Approximating $\frac{1}{(1+x)^2}$ in $L^2$ norm with polynomial of degree $1$

Question

I'm currently looking at an exercise where I'm supposed to get the best approximation of $ \frac{1}{1+x^2}$ regarding $ ||f||= \sqrt{\int_{-1}^{1}f(x)^2dx}$ with a polynomial $p(x)=ax+b$. So my idea was to use the normal equation alongside the first two legendre polynomials since they are orthonormal polynomials regarding the dot product without a weight and a basis of the polynomials up to degree 1. So as I understand it I therefore just have to calculate the dot products $ <f,u_1>, <f,u_2>$ and I get the best approximation.
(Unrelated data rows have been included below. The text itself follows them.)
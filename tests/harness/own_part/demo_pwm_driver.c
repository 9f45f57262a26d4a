/* The PWM driver of demo_pwm_driver.h: plain volatile register accesses to the demo part. */
#include "demo_pwm_driver.h"

#include "examples/parts/demo_timers.h"

#define REG16(offset) (*(volatile uint16_t*)(uintptr_t)(DEMO_PWM_TIMER_ADDRESS + (offset)))
#define REG8(offset) (*(volatile uint8_t*)(uintptr_t)(DEMO_PWM_TIMER_ADDRESS + (offset)))

volatile uint32_t demo_reloads;

void demo_pwm_init(uint16_t scale, uint16_t limit, uint16_t duty0, uint16_t duty1) {
    REG16(Q16_RUN) &= (uint16_t)~Q16_RUN_ENABLE;
    REG16(Q16_SCALE) = scale;
    REG16(Q16_LIMIT) = limit;
    REG16(Q16_MATCH(0)) = duty0;
    REG16(Q16_MATCH(1)) = duty1;
    REG16(Q16_RUN) =
        (uint16_t)((REG16(Q16_RUN) &
                    ~(Q16_RUN_MODE(3) | Q16_RUN_RELOAD_POLICY(3) | Q16_RUN_TRIGGER(7))) |
                   Q16_RUN_MODE(DEMO_MODE_UP) | Q16_RUN_RELOAD_POLICY(DEMO_RELOAD_EVERY) |
                   Q16_RUN_TRIGGER(DEMO_TRIGGER_NONE));
    /* The prescaler is shadowed: a forced reload makes it count now, from 0. */
    REG8(Q16_KICK) = Q16_KICK_FORCE_RELOAD;
}

void demo_reload_irq_enable(void) {
    REG16(Q16_STATUS_CLEAR) = DEMO_FLAG_RELOAD;
    REG16(Q16_NOTIFY) |= DEMO_FLAG_RELOAD;
}

void demo_pwm_start(void) {
    const unsigned pwm = Q16_SHAPE_ACTION(DEMO_ACTION_PWM_BELOW) | Q16_SHAPE_MAIN_ENABLE;
    REG16(Q16_SHAPE_AB) = (uint16_t)(Q16_SHAPE_BYTE(0, pwm) | Q16_SHAPE_BYTE(1, pwm));
    REG16(Q16_RUN) |= Q16_RUN_ENABLE;
}

void demo_pwm_timer_isr(void) {
    if (REG16(Q16_STATUS) & DEMO_FLAG_RELOAD) {
        REG16(Q16_STATUS_CLEAR) = DEMO_FLAG_RELOAD;
        demo_reloads = demo_reloads + 1u;
    }
}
So my polynomial ended up being $p(x)=\frac{\sqrt{2}* \pi}{4}$. However, a) I'm not entirely sure whether this approach is correct and b) there was also a hint for the exercise where it listed various values of cos and sin between 0 and $ \pi $. The intention might be that this table is used to calculate the values -1 and 1 of arctan in order to calculate the first coefficient of the polynomial but to me that would just seem like an odd hint, so I was wondering whether there is an intended approach that makes use of these values.

Answer 1

I believe you want to minimize the $L^2$ error defined by

$$\lVert e\rVert = \sqrt{\int_{-1}^{1}\left(\frac{1}{1+x^2}-(ax+b)\right)^2dx}$$

but this is equivalent to minimizing the $\lVert e\rVert ^2$ so we have

$$\lVert e\rVert ^2 = \int_{-1}^{1}\left(\frac{1}{1+x^2}\right)^2dx-2\int_{-1}^{1}\frac{ax+b}{x^2+1}dx+\int_{-1}^{1}(ax+b)^2dx$$

the first term $\int_{-1}^{1}\left(\frac{1}{1+x^2}\right)^2dx$ is not a function of $a,b$ so we need to calculate two integrals

$$\int_{-1}^{1}\frac{ax+b}{x^2+1}dx = \frac{a}{2}\ln(x^2+1)\rvert_{-1}^{1} + b\arctan(x)\rvert_{-1}^{1} = b\frac{\pi}{2}$$

$$\int_{-1}^{1}(ax+b)^2dx = (\frac{a^2x^3}{3} + abx^2+b^2x)\rvert_{-1}^{1} = \frac{2a^2}{3}+2b^2$$

Now taking the gradient of squared error $\lVert e\rVert ^2 = \frac{2a^2}{3}+2b^2 - b\pi$, as $\nabla \lVert e\rVert ^2 = \begin{bmatrix}\frac{4a}{3}\\4b-\pi\end{bmatrix}$ we get $\begin{bmatrix}a=0\\b=\frac{\pi}{4}\end{bmatrix}$ as the final solution.